Task statement:
How many lines of the listing below contain "benchDir"? State the number alone.

Listed entries:
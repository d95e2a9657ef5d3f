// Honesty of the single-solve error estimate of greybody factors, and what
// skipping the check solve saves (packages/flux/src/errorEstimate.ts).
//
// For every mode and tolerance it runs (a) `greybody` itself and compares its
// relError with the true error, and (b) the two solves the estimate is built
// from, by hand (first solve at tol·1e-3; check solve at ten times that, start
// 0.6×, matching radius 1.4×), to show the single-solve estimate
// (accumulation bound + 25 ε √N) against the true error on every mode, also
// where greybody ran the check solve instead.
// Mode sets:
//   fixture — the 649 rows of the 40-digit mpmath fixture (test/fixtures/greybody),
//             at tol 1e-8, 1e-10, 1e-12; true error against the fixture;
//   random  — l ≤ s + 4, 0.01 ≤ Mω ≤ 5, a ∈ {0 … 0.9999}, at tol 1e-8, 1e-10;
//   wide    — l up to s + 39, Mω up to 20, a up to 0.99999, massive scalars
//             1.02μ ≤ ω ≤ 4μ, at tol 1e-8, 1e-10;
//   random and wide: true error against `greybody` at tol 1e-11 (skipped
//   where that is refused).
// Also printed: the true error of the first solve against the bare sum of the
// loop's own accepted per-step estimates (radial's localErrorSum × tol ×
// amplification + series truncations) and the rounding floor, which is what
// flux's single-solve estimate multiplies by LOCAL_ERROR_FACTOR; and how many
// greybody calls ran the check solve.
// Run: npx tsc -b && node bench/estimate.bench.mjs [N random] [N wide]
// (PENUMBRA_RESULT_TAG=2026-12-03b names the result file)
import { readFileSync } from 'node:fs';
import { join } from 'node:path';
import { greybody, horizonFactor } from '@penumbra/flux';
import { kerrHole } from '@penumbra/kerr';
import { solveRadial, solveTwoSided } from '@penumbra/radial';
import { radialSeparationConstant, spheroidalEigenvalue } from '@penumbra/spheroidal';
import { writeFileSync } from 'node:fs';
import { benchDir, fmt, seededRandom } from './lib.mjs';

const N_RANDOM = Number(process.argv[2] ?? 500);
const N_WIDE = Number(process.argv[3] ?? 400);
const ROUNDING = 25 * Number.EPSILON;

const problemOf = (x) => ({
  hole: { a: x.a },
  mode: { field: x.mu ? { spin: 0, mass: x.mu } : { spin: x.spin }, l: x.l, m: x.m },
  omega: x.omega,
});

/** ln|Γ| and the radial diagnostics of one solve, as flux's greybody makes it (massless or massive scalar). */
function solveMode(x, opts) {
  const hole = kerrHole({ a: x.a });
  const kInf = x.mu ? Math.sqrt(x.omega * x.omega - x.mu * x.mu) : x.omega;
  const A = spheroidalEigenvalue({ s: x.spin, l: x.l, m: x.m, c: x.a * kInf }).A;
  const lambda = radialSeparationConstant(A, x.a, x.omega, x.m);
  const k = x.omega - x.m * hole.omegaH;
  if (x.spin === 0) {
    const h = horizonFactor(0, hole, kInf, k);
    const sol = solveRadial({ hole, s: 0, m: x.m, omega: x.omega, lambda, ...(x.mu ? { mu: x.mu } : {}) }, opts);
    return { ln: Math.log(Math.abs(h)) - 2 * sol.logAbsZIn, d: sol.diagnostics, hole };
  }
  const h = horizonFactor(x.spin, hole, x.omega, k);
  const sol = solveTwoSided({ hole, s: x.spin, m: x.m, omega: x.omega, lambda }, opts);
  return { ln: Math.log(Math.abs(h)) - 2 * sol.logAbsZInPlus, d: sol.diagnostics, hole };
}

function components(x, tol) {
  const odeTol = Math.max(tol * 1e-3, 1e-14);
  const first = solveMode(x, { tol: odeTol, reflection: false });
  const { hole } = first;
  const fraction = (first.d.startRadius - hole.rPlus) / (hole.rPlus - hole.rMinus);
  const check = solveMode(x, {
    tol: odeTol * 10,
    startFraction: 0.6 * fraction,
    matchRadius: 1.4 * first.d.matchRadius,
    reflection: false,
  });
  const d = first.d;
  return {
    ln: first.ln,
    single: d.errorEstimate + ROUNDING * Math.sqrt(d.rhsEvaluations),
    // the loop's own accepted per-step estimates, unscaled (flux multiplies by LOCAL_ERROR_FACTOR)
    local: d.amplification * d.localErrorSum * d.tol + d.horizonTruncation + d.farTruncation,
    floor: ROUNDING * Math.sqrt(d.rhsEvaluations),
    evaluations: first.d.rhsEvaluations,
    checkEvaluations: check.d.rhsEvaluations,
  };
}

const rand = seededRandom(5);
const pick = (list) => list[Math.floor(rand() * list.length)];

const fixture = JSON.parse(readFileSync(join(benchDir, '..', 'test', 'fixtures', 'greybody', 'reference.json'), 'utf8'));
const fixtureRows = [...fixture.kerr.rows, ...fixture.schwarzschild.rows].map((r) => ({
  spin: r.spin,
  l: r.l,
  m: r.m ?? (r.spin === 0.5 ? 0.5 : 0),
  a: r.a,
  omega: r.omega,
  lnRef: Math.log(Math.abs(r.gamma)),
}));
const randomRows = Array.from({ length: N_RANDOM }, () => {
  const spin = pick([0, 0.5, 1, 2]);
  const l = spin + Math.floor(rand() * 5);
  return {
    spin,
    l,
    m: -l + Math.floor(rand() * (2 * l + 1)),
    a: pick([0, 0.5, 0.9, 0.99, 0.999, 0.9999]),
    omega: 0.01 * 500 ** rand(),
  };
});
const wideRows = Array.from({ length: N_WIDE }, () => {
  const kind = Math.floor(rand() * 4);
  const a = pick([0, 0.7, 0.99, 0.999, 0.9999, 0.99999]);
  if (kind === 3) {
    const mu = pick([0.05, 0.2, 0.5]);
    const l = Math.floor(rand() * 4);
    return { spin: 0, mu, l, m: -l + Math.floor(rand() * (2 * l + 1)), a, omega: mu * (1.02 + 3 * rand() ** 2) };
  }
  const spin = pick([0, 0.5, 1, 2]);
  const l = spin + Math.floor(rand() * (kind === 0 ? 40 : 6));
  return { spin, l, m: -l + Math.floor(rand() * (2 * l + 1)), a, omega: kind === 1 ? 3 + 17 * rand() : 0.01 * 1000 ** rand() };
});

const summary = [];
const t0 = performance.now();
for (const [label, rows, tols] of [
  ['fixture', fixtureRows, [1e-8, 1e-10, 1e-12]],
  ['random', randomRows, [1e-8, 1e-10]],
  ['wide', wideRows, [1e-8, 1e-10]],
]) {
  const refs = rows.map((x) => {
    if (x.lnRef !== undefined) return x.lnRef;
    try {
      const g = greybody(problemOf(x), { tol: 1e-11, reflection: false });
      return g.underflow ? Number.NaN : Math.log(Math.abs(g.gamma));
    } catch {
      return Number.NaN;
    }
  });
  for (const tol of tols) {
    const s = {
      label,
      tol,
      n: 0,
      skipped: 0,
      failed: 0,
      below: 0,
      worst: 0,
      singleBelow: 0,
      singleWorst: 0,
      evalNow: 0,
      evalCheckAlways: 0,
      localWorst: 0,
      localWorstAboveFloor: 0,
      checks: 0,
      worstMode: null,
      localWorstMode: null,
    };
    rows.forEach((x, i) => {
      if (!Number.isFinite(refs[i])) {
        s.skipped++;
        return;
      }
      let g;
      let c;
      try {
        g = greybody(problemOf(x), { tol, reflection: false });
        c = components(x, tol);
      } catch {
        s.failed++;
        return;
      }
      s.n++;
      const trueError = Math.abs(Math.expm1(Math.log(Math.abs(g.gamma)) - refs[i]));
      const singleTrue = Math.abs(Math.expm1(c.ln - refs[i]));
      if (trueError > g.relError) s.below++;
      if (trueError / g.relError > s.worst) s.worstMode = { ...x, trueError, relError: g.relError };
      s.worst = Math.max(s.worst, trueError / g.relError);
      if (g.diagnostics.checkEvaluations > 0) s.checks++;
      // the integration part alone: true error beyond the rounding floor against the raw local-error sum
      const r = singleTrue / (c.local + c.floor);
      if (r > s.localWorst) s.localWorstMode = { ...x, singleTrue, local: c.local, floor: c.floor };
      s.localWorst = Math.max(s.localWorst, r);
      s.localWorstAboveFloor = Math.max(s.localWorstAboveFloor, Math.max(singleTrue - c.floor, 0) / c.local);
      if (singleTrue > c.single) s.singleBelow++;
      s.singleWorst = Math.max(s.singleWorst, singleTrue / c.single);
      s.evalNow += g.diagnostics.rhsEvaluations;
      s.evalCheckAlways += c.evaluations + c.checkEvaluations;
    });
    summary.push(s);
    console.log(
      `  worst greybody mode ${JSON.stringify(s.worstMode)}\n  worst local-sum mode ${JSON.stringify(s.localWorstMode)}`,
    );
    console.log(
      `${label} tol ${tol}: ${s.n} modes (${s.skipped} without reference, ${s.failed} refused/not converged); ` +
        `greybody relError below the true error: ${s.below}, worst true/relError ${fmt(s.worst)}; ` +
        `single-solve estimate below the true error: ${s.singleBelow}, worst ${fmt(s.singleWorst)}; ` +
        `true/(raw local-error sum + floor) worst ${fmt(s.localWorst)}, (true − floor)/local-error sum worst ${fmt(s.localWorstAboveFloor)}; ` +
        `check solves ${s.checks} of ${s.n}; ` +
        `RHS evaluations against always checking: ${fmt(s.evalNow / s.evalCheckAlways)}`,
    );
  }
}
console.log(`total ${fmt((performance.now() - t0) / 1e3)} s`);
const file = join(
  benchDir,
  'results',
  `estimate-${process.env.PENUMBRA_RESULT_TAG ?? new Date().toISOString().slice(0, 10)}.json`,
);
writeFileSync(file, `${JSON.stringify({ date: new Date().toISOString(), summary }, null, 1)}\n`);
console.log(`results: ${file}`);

Output for this task:
3